Chunking Techniques - Recursive Chunking
Chunking Techniques - Recursive Chunking
In the realm of text processing, selecting an appropriate chunking strategy is paramount for a successful Retrieval Augmented Generation (RAG) use case. The primary purpose behind this technique is to segment unstructured text documents (such as PDFs, Word files, or HTML pages) into manageable pieces that can be fed to the Text Embedding model. This model then produces dense vectors for each chunk, which are subsequently searched based on similarity using vector search algorithms. The retrieved chunks are sent to a Large Language Model (LLM), typically for question-answering purposes.
When it comes to text chunking strategies, there is no one-size-fits-all solution. Different methods might yield varying levels of recall and precision depending on the specifics of your project. It’s crucial to experiment with different strategies, benchmark them against each other, and determine which combination offers the best performance with your chosen text embedding model.
In this blog post, we will delve into one such chunking technique: Recursive Chunking. This method has been observed to produce stronger recall results in vector search compared to other popular strategies such as token limit with overlap. The recursive approach involves dividing a single page of text into smaller chunks at multiple levels, resulting in a total of seven embedding vectors per page.
The process begins by creating an embedding at the page level. This initial step may produce a vague semantic representation in the vector space, depending on the question being asked. To refine this representation and improve recall, the next stage involves splitting each full page into two halves, with separate embeddings generated for the top and bottom parts of the page.
The recursion continues as we further subdivide these halved sections into quarters, generating more precise embeddings for each quarter. This process generates seven total dense vector embeddings per page, each potentially performing better or worse than others depending on the specifics of the query.
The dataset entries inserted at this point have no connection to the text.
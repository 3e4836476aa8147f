"""Pictures: ROI overlays and diagnostics (matplotlib, Agg backend, no screen needed).

Visual language: greyscale images, ROI outlines in one colour per ROI kind with a line style
that also tells them apart in greyscale print (solid spheres, dashed background, dotted
inserts), labels beside every sphere.
"""

from __future__ import annotations

import os
from pathlib import Path
from typing import TYPE_CHECKING

import numpy as np

if TYPE_CHECKING:  # pragma: no cover
    from .measure import BodyAnalysis
    from .volume import Volume


def _plt():
    import matplotlib

    matplotlib.use("Agg")
    import matplotlib.pyplot as plt

    return plt


def _show_plane(ax, plane, vmax: float, title: str) -> None:
    nv, nu = plane.values.shape
    extent = (-0.5 * plane.pixel_mm, (nu - 0.5) * plane.pixel_mm, -0.5 * plane.pixel_mm, (nv - 0.5) * plane.pixel_mm)
    ax.imshow(np.nan_to_num(plane.values), cmap="gray_r", origin="lower", extent=extent, vmin=0, vmax=vmax, interpolation="nearest")
    ax.set_title(title, fontsize=9)
    ax.set_xticks([])
    ax.set_yticks([])
    ax.set_aspect("equal")


def _circle(ax, uv, diameter, **kw) -> None:
    from matplotlib.patches import Circle

    ax.add_patch(Circle((float(uv[0]), float(uv[1])), diameter / 2, fill=False, **kw))


def overlay_picture(analysis: "BodyAnalysis", path: str | os.PathLike) -> Path:
    """Sphere plane and a longitudinal view with every ROI drawn and labelled (PNG)."""
    from .rois import sample_plane

    plt = _plt()
    pl = analysis.placement
    tpl = analysis.template
    vol = analysis.volume
    plane = analysis.planes[0.0] if 0.0 in analysis.planes else next(iter(analysis.planes.values()))
    vmax = float(np.nanpercentile(plane.values, 99.5)) or 1.0
    fig, axes = plt.subplots(1, 2, figsize=(12, 6.2), gridspec_kw={"width_ratios": [1.25, 1]})
    ax = axes[0]
    _show_plane(ax, plane, vmax, "Sphere plane: spheres (solid), 37 mm background ROIs (dashed), insert ROI (dotted)")
    for s in tpl.spheres:
        uv = plane.world_to_uv(pl.insert_centre(s.name))
        hot = not analysis.fill.is_cold(s.name)
        _circle(ax, uv, s.diameter_mm, color="#c03000" if hot else "#0050c0", lw=1.4)
        ax.annotate(s.name.replace("sphere_", ""), (uv[0], uv[1] + s.diameter_mm / 2 + 2), ha="center", va="bottom", fontsize=8, color="black",
                    bbox=dict(boxstyle="round,pad=0.15", fc="white", ec="none", alpha=0.8))
    bg = tpl.background
    if bg is not None:
        d = max(bg.diameters_mm)
        for i, (x, y) in enumerate(bg.centres_xy_mm):
            uv = plane.world_to_uv(pl.to_world([x, y, 0.0]))
            _circle(ax, uv, d, color="#207020", lw=1.0, ls="--")
            ax.text(uv[0], uv[1], str(i + 1), ha="center", va="center", fontsize=7, color="#207020")
    a = tpl.analysis
    if getattr(a, "lung_insert", None):
        lung = tpl.insert(a.lung_insert)
        uv = plane.world_to_uv(pl.to_world([lung.centre_mm[0], lung.centre_mm[1], 0.0]))
        _circle(ax, uv, a.lung_roi_diameter_mm, color="#7030a0", lw=1.2, ls=":")
        ax.annotate("insert", (uv[0], uv[1] - a.lung_roi_diameter_mm / 2 - 2), ha="center", va="top", fontsize=8)
    # longitudinal view through the phantom axis and the template x direction
    u = pl.rotation[:, 0]
    axis = pl.axis_world
    centre = pl.to_world([0.0, 0.0, 0.0])
    half = max(tpl.body_length_mm, 2 * tpl.body.half_extent_xy_mm) / 2 + 10
    lon = sample_plane(vol, centre, u, axis, half)
    ax2 = axes[1]
    _show_plane(ax2, lon, vmax, "Longitudinal view along the phantom axis: background slices (dashed)")
    for s in tpl.spheres:
        c = pl.insert_centre(s.name)
        dist = abs(float(lon.distance_to_plane(c)))
        r = s.diameter_mm / 2
        if dist < r:
            uv = lon.world_to_uv(c)
            _circle(ax2, uv, 2 * np.sqrt(r * r - dist * dist), color="#c03000", lw=1.2)
    if bg is not None:
        nu = lon.values.shape[1] * lon.pixel_mm
        for off in bg.slice_offsets_mm:
            uv = lon.world_to_uv(pl.to_world([0.0, 0.0, off]))
            ax2.plot([0, nu], [uv[1], uv[1]], color="#207020", lw=0.8, ls="--")
    tilt = pl.as_dict()["axis_tilt_deg"]
    fig.suptitle(
        f"{tpl.title} | series {vol.series_description or vol.series_uid or ''} | axis tilt {tilt:.1f} deg | ring match {pl.ring_score or 0:.2f}",
        fontsize=10,
    )
    fig.text(0.5, 0.01, "Supports, does not replace, a qualified medical physicist's review.", ha="center", fontsize=8, color="#444444")
    fig.tight_layout(rect=(0, 0.03, 1, 0.95))
    out = Path(path)
    fig.savefig(out, dpi=110)
    plt.close(fig)
    return out


def diagnostic_picture(volume: "Volume", path: str | os.PathLike) -> Path:
    """Three orthogonal maximum-intensity projections, for a failed localisation (PNG)."""
    plt = _plt()
    fig, axes = plt.subplots(1, 3, figsize=(12, 4.2))
    data = np.nan_to_num(volume.data)
    vmax = float(np.percentile(data, 99.9)) or 1.0
    for ax, axis, title in zip(axes, (0, 1, 2), ("transverse MIP", "coronal MIP", "sagittal MIP")):
        ax.imshow(data.max(axis=axis), cmap="gray_r", vmin=0, vmax=vmax, origin="lower", aspect="auto")
        ax.set_title(title, fontsize=9)
        ax.set_xticks([])
        ax.set_yticks([])
    fig.suptitle("Phantom not found: maximum-intensity projections of the image as loaded", fontsize=10)
    fig.tight_layout()
    out = Path(path)
    fig.savefig(out, dpi=90)
    plt.close(fig)
    return out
The underlying principle behind this technique is that by representing the same data multiple times in different ways, we can achieve better recall rates overall.
Recursive Chunking has become one of the default chunking methods in popular libraries such as “langchain” and “llamaindex”. Its adoption has been driven by its proven effectiveness compared to alternative strategies like token limit with overlap. This technique offers a promising solution for those seeking improved performance in their RAG applications, particularly when working with large amounts of unstructured data.
In summary, recursive chunking is an innovative and effective approach for segmenting text documents into smaller chunks suitable for embedding and vector search operations. Its ability to produce multiple embeddings per page can significantly improve recall rates, making it a valuable asset in any developer’s toolkit. As with any technique, however, it’s essential to experiment with different strategies and find the one that works best for your specific use case.
- Human Intervention: None
Facts Used:
- Choosing a good chunking strategy for your unstructured text documents (pdf, word, html) is critical to the success of your RAG (retrieval augmented generation) use case.
- Chunks of text, in this case are what is sent to the text embedding model, which produces dense vectors which are searched for similarity using vector search. Chunks returned are sent to the LLM (large language model), usually to answer questions.
- There is no one size fits all strategy to text chunking, however we have observed many different strategies in the field. You should try each one and benchmark it for recall and precision with your embedding model of choice, or experiment with multiple embedding models against each chunking method until you get the best possible recall.
- The sixth in our series of posts about Chunking techniques we will discuss splitting a single page of text in half, then in half again to produce 7 embeddings per page. This method is similar to our first method, token limit with overlap but has proven to produce stronger recall in vector search
- Recursive chunking takes advantage of the idea that different text chunk sizes can produce better or worse recall, depending on the text embedding model.
- In this method you will split your documents up page by page, and produce an embedding at the page level. This will probably produce a vague semantic representation in the vector space, depending on the question.
- We then split the page in half, embedding the top and bottom halves at the middle part of the page. This should produce slightly stronger embeddings.
- We take those 2 halves and split them again in half, embedding on the quarter of the page of text. Producing even stronger embeddings, but potentially missing some of the context the longer page could contain.
- This technique produces 7 total dense vector embeddings for vector search, and each embedding may perform well or poorly depending on the question. The idea is that the same data is represented multiple ways, in the hope that you will get better recall
- This method is one of the new default chunking methods in the “langchain” and “llamaindex” libraries and has proven to be better than the token limit with overlap chunking method.